There’s an implicit sense that a recognizable Bloomberg with $2.5 billion in revenues is worth more than an unknown Bloomberg with that same $2.5 billion.
“Radio and television provide our company with instant visibility,” he writes excitedly in his book, Bloomberg by Bloomberg. “The media like nothing better than writing about themselves. The more exposure Bloomberg has to the Fourth Estate, the more they’ll promote us to the general public.”
He’s making a subtle and smart point. The media gets the attention of the media. It’s a B-to-B play. Getting the media to take you seriously is the campaign.
Bloomberg people are always speaking of this hustle – and of its great success. The Mike York Times, Bloomberg people call the paper, because of its reliable, respectful, and often lavish Bloomberg coverage.
On its merits, his candidacy, or at least its pie-in-the-sky quality, is closer to Abe Hirschfeld’s than to, say, Jon Corzine’s – but Bloomberg has gotten the mostly respectful Corzine treatment and easily avoided becoming a Hirschfeldish punch line. That’s already a big victory.
But why politics? He’s not personable enough (he may be among the least-charming people ever to have run for office), or charismatic or even interesting enough, or ideologically motivated enough (he was a Democrat; now, taking advantage of the easier field of play, he’s a Republican). Although he’s reportedly ready to spend $30 million, he may not even be rich enough to pay a Corzine-like price for buying a race (the overwhelming portion of his purported $4 or $5 billion fortune is tied up in his company and not liquid). Certainly, he isn’t politically talented enough and doesn’t seem particularly interested in learning how to be politically talented.
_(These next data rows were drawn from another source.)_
package server

import (
	"net/http"
	"slices"
	"strings"

	"github.com/labstack/echo/v4"

	"tripwell/forms"
	"tripwell/store"
)

// roundsShown is how many rounds that are done with the list shows.
const roundsShown = 100

// roundRefresh is how often, in seconds, the page of a round that is being walked reads itself again.
const roundRefresh = 30

// roundsPage lists rounds: those that wait for somebody first.
type roundsPage struct {
	Frame
	Heading, Under string
	Groups         []roundGroup
	NewHref        string
	None           string
}

type roundGroup struct {
	Name string
	Rows []roundRow
}

// roundRow is a round in the list.
type roundRow struct {
	Href, Name, Site, Who, Said, Time string
	State                             mark
	Done, Of                          int
}

// roundPage is one round: how far it is, its list, what was said of it.
type roundPage struct {
	Frame
	Crumbs         []link
	Heading, Under string
	State          mark
	Done, Of       int
	Said           string
	Facts          []fact
	Actions        []link
	Conflicts      []conflictLine
	Attention      []roundPart // what needs somebody: to come back to, passed over, failed
	Groups         []stopGroup
	Closings       []string
	Accepted       string
	Note           string
	Accept         *formPage
	TellHead       string
	Tell           []string
	Live           string
}

// roundPart is a short list of stops with why they are listed.
type roundPart struct {
	Name string
	Rows []stopRow
}

// stopGroup is a room with its stops.
type stopGroup struct {
	Place string
	Rows  []stopRow
}

type stopRow struct {
	Href, Spot, Tag, Task, Where string
	State                        mark
	EntryHref, Said              string
}

func (s *Server) roundsShow(c echo.Context) error {
	k := s.ink()
	view := roundsPage{Frame: s.frame(c, k.say("office.round.title"), "rounds")}
	if view.Change {
		view.NewHref = "/rounds/new"
	}
	err := s.store.View(scope(c), func(v *store.View) error {
		rounds, err := v.Rounds("")
		if err != nil {
			return err
		}
		return s.buildRounds(v, rounds, &view)
	})
	if err != nil {
		return err
	}
	return s.page(c, http.StatusOK, "rounds.html", view)
}

func (s *Server) buildRounds(v *store.View, rounds []store.Round, view *roundsPage) error {
	k := s.ink()
	groups := map[string]*roundGroup{}
	names := []string{store.RoundEnded, store.RoundWalking, store.RoundAccepted}
	for _, name := range names {
		groups[name] = &roundGroup{Name: k.say("office.round.group." + name)}
	}
	open, ended := 0, 0
	for _, r := range rounds {
		name := r.State
		switch r.State {
		case store.RoundMade, store.RoundWalking:
			open, name = open+1, store.RoundWalking
		case store.RoundEnded:
			ended++
		case store.RoundOff:
			name = store.RoundAccepted
		}
		g := groups[name]
		if len(g.Rows) >= roundsShown {
			continue
		}
		row, err := s.roundRow(v, r)
		if err != nil {
			return err
		}
		g.Rows = append(g.Rows, row)
	}
	for _, name := range names {
		if len(groups[name].Rows) > 0 {
			view.Groups = append(view.Groups, *groups[name])
		}
	}
	view.None = k.say("office.round.none")
	view.Heading = k.say("office.round.heading_calm")
	switch {
	case ended > 0:
		view.Heading = k.say("office.round.heading_ended", "n", ended)
	case open > 0:
		view.Heading = k.say("office.round.heading_open", "n", open)
	}
	if ended > 0 && open > 0 {
		view.Under = k.say("office.round.heading_open", "n", open)
	}
	return nil
}

// roundName is what a round is called: its tests and its day.
func (s *Server) roundName(r store.Round, today forms.Day) string {
	k := s.ink()
	if r.Walk() {
		return k.say("office.round.walk_name", "day", k.near(r.Day, today))
	}
	tasks := []string{}
	for _, task := range forms.Tasks() {
		if slices.ContainsFunc(r.Stops, func(stop store.RoundStop) bool { return stop.Task == task }) {
			tasks = append(tasks, k.named("task", task))
		}
	}
	for i := range tasks[min(1, len(tasks)):] {
		tasks[i+1] = lowerFirst(tasks[i+1])
	}
	name := strings.Join(tasks, ", ")
	if r.Day == forms.NoDay {
		return k.say("office.round.name_any", "tasks", name)
	}
	return k.say("office.round.name", "tasks", name, "day", k.near(r.Day, today))
}

// roundWho says to whom a round was given.
func (s *Server) roundWho(v *store.View, r store.Round) string {
	var names []string
	for _, p := range r.People {
		names = append(names, s.personName(v, p))
	}
	if r.Crew != "" {
		names = append(names, r.Crew)
	}
	if r.Walk() && len(r.Closings) > 0 {
		names = []string{s.personName(v, r.Closings[0].By)}
	}
	if len(names) == 0 {
		return s.words.Say("office.round.anybody")
	}
	return strings.Join(names, ", ")
}

var roundShapes = map[string]string{store.RoundMade: "none", store.RoundWalking: "none", store.RoundEnded: "watch", store.RoundAccepted: "pass", store.RoundOff: "none"}

// roundCounts says how many tests are in which state: 30 done, 2 to come back to.
func (k ink) roundCounts(counts map[string]int) string {
	var said []string
	for _, state := range []string{store.StopDone, store.StopLeft, store.StopBack, store.StopPassed} {
		if n := counts[state]; n > 0 || state == store.StopDone {
			said = append(said, k.say("office.round.count."+state, "n", n))
		}
	}
	return strings.Join(said, ", ")
}

func total(counts map[string]int) (n int) {
	for _, c := range counts {
		n += c
	}
	return n
}

func (s *Server) roundRow(v *store.View, r store.Round) (roundRow, error) {
	k := s.ink()
	site, err := v.Site(r.Site)
	if err != nil {
		return roundRow{}, err
	}
	return roundRow{Href: "/rounds/" + r.ID, Name: s.roundName(r, s.today(site)), Site: site.Name, Who: s.roundWho(v, r), Said: k.roundCounts(r.Counts), Time: k.minutes(r.Minutes),
		State: mark{roundShapes[r.State], k.say("office.round.state." + r.State)}, Done: r.Counts[store.StopDone], Of: total(r.Counts)}, nil
}

// minutes writes how long something is reckoned to take: 50 min, 1 h 20 min; "" for nothing.
func (k ink) minutes(n int) string {
	switch {
	case n <= 0:
		return ""
	case n < 60:
		return k.say("office.round.min", "n", n)
	}
	if n >= 120 {
		n = (n + 2) / 5 * 5
	}
	if n%60 == 0 {
		return k.say("office.round.hours", "h", n/60)
	}
	return k.say("office.round.hours_min", "h", n/60, "m", n%60)
}

func (s *Server) roundShow(c echo.Context) error {
	view := roundPage{Frame: s.frame(c, "", "rounds")}
	f, err := s.blankForm(nil)
	if err != nil {
		return err
	}
	return s.roundBack(c, f, &view)
}

// roundBack sends the page of a round: as new, or with what was wrong with its acceptance.
func (s *Server) roundBack(c echo.Context, f *typedForm, view *roundPage) error {
	err := s.store.View(scope(c), func(v *store.View) error {
		r, err := v.Round(c.Param("round"))
		if err != nil {
			return err
		}
		if err := s.buildRound(v, r, view); err != nil {
			return err
		}
		s.acceptForm(r, f, view)
		return nil
	})
	if err != nil {
		return err
	}
	status := http.StatusOK
	if !f.ok() {
		status = http.StatusUnprocessableEntity
	}
	return s.page(c, status, "round.html", view)
}

func (s *Server) buildRound(v *store.View, r store.Round, view *roundPage) error {
	k := s.ink()
	site, err := v.Site(r.Site)
	if err != nil {
		return err
	}
	today := s.today(site)
	view.Crumbs = []link{{Href: "/rounds", Text: k.say("office.round.title")}, {Href: siteHref(site), Text: site.Name}}
	view.Title = s.roundName(r, today)
	view.State = mark{roundShapes[r.State], k.say("office.round.state." + r.State)}
	view.Done, view.Of, view.Said = r.Counts[store.StopDone], total(r.Counts), k.roundCounts(r.Counts)
	view.Heading = k.say("office.round.fact", "site", site.Name, "done", count(view.Done), "of", count(view.Of))
	view.Under = joined(view.Title, s.roundWho(v, r))
	rows, err := s.stopRows(v, r, site, view)
	if err != nil {
		return err
	}
	view.attention(k, rows)
	s.roundFacts(v, r, site, view)
	for _, one := range r.Closings {
		view.Closings = append(view.Closings, s.closingLine(v, one, site))
	}
	if a := r.Accepted; a != nil {
		view.Accepted, view.Note = k.say("office.round.accepted_by", "name", s.personName(v, a.By), "time", k.at(a.At, site.Location())), a.Note
	}
	if r.State == store.RoundMade || r.State == store.RoundWalking {
		view.Live, view.Refresh = k.say("office.round.live", "time", s.store.Now().In(site.Location()).Format("15:04:05")), roundRefresh
	}
	s.roundActions(r, view)
	return nil
}

func (s *Server) roundActions(r store.Round, view *roundPage) {
	k := s.ink()
	if !r.Walk() && view.Role != "crew" {
		view.Actions = append(view.Actions, link{Href: "/round-sheet?round=" + r.ID, Text: k.say("office.round.sheet_pdf")}, link{Href: "/round-sheet?as=xlsx&round=" + r.ID, Text: k.say("office.round.sheet_xlsx")})
	}
	toTell := func(stop store.RoundStop) bool { return stop.State == store.StopBack || stop.Result == forms.Fail }
	if view.Role != "crew" && slices.ContainsFunc(r.Stops, toTell) {
		view.Actions = append(view.Actions, link{Href: "/notices?round=" + r.ID, Text: k.say("office.round.notices")})
	}
	if view.Change && !r.Walk() && r.State != store.RoundAccepted {
		view.Actions = append([]link{{Href: "/rounds/" + r.ID + "/edit", Text: k.say("office.round.edit")}}, view.Actions...)
	}
}

func (s *Server) roundFacts(v *store.View, r store.Round, site store.Site, view *roundPage) {
	k := s.ink()
	add := func(name, value string) {
		if value != "" {
			view.Facts = append(view.Facts, fact{Name: k.say("office.round.field." + name), Value: value})
		}
	}
	if !r.Walk() {
		add("made", k.say("office.round.made_by", "name", s.personName(v, r.By), "time", k.at(r.Made, site.Location())))
		add("code", r.Code)
	}
	if r.Day != forms.NoDay {
		add("day", joined(k.longDay(r.Day), r.Starts))
	}
	if r.Until != forms.NoDay {
		add("until", k.day(r.Until))
	}
	add("people", s.roundWho(v, r))
	add("minutes", k.minutes(r.Minutes))
	add("note", r.Note)
}

func (s *Server) closingLine(v *store.View, c store.RoundClosing, site store.Site) string {
	k := s.ink()
	line := k.say("office.round.closed_by", "name", s.personName(v, c.By), "time", k.at(c.At, site.Location()), "counts",
		k.roundCounts(map[string]int{store.StopDone: c.Done, store.StopLeft: c.Left, store.StopBack: c.Back, store.StopPassed: c.Skipped}))
	return line + " " + k.say("office.round.proved."+provedWord(c.ProvedFirst)+"_"+provedWord(c.ProvedLast))
}

func provedWord(p *store.RoundProof) string {
	switch {
	case p == nil:
		return "none"
	case p.Works:
		return "yes"
	}
	return "no"
}

// stopRows fills the list of a round, by room, and the places where somebody must be told first.
func (s *Server) stopRows(v *store.View, r store.Round, site store.Site, view *roundPage) ([]stopRow, error) {
	k, today := s.ink(), s.today(site)
	var rows []stopRow
	var tell telling
	for _, stop := range r.Stops {
		d, err := v.Device(stop.Device, today)
		if err != nil && !isRefusal(err) {
			return nil, err
		}
		row := stopRow{Task: k.named("task", stop.Task), Spot: k.say("office.round.unknown_device"), State: s.stopMark(stop)}
		if err == nil {
			row.Href, row.Spot, row.Tag, row.Where = "/devices/"+d.ID, s.spot(d.DeviceRow), k.tag(d.Tag), s.place(d.Place)
			tell.add(d.Place)
		}
		if stop.Entry != "" {
			row.EntryHref = "/entries/" + stop.Entry
			row.Said = joined(s.personName(v, stop.By), k.near(stop.Day, today))
			if stop.Paper {
				row.Said = joined(row.Said, k.say("office.round.on_paper"))
			}
		} else if stop.Reason != "" {
			row.Said = k.named("office.round.reason", stop.Reason)
		}
		rows = append(rows, row)
		if n := len(view.Groups); n == 0 || view.Groups[n-1].Place != row.Where {
			view.Groups = append(view.Groups, stopGroup{Place: row.Where})
		}
		g := &view.Groups[len(view.Groups)-1]
		g.Rows = append(g.Rows, row)
	}
	view.Tell = tell.lines(k)
	return rows, nil
}

// stopMark is the verdict of a stop that was done, else its state.
func (s *Server) stopMark(stop store.RoundStop) mark {
	k := s.ink()
	switch stop.State {
	case store.StopDone:
		return k.verdict(stop.Result)
	case store.StopBack:
		return mark{"watch", k.say("office.round.stop.back")}
	}
	if stop.Retired {
		return mark{"none", k.say("office.round.stop.retired")}
	}
	return mark{"none", k.say("office.round.stop." + stop.State)}
}

// attention puts what needs somebody first: the failed, those to come back to, those passed over.
func (p *roundPage) attention(k ink, rows []stopRow) {
	for _, part := range []struct {
		name string
		is   func(stopRow) bool
	}{
		{"failed", func(r stopRow) bool { return r.State.Shape == "fail" }},
		{"back", func(r stopRow) bool { return r.State.Word == k.say("office.round.stop.back") }},
		{"passed", func(r stopRow) bool { return r.State.Word == k.say("office.round.stop.passed") }},
	} {
		var list []stopRow
		for _, r := range rows {
			if part.is(r) {
				list = append(list, r)
			}
		}
		if len(list) > 0 {
			p.Attention = append(p.Attention, roundPart{k.say("office.round.part."+part.name, "n", len(list)), list})
		}
	}
}

// telling gathers whom to tell before TEST, and when it may be pressed, place by place.
type telling struct{ list []told }

type told struct {
	who, load, from, until string
	places                 []string
}

func (t *telling) add(p store.Place) {
	if p.WhomToTell == "" && p.CriticalLoad == "" && p.TestFrom == "" {
		return
	}
	one := told{who: p.WhomToTell, load: p.CriticalLoad, from: p.TestFrom, until: p.TestUntil}
	for i := range t.list {
		if o := &t.list[i]; o.who == one.who && o.load == one.load && o.from == one.from && o.until == one.until {
			if !slices.Contains(o.places, p.Name) {
				o.places = append(o.places, p.Name)
			}
			return
		}
	}
	one.places = []string{p.Name}
	t.list = append(t.list, one)
}

func (t *telling) lines(k ink) []string {
	var out []string
	for _, o := range t.list {
		var said []string
		if o.from != "" {
			said = append(said, k.say("office.round.window", "from", o.from, "until", o.until))
		}
		if o.who != "" {
			said = append(said, k.say("office.round.tell", "who", o.who))
		}
		if o.load != "" {
			said = append(said, k.say("office.round.load", "load", o.load))
		}
		out = append(out, strings.Join(o.places, "; ")+": "+strings.Join(said, " "))
	}
	return out
}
And even if he were all of the above, he’d still need that fluke circumstance that allows a Republican to get elected in New York City – and there’s no reason to believe such a circumstance exists this year. What’s more, his résumé is fraught with the kinds of things – sexual-harassment suits, for instance – that don’t exactly help a fledgling politician.
He can’t get elected, so he must be running for another reason.
If publicity is the currency of our time, running for mayor should raise his personal value substantially (while in the past ten years he’s ascended from relative obscurity to business prominence, he is still, in the wider world, not very well known). And if you’re as uncharming as Bloomberg, running for office might actually make you seem more charming – ramp up your Q rating. What’s more, by going after the average voter he reaches his real constituency: reporters, celebrities, hostesses, titans of business, customers, possible dates. Running for mayor is an in-crowd play (“The social set in New York has discovered him,” Barbara Walters recently told the Times).
Sometimes selling yourself is easier than selling your business. A telling element of the Bloomberg pitch – I’m a good manager; therefore, I should run the city – is that the real forum for having your management skills voted on is in the public markets, which he’s avoided. Most companies the size of Bloomberg’s that don’t go public don’t because the process would reveal they’re not too profitable and not all that well managed, hence depressing their value. But Bloomberg, by running for mayor, a process with fewer disclosure requirements, can trumpet his management prowess – can go public with it – without having to prove it. We take his word that he’s good at business; in fact, we take his word that he’s worth billions.
That’s the illusion he’s marketing, and, even if we don’t vote for him, the one we’re buying. Bloomberg isn’t running to be mayor; he’s running to be some different, enhanced, illusory version of Michael Bloomberg. This is perhaps not so much a fraud as a quest – an ego in search of something, an ego trying to express itself.
We don’t have to worry about Michael Bloomberg becoming mayor.
That’s not to say, however, that we don’t have to worry about Michael Bloomberg.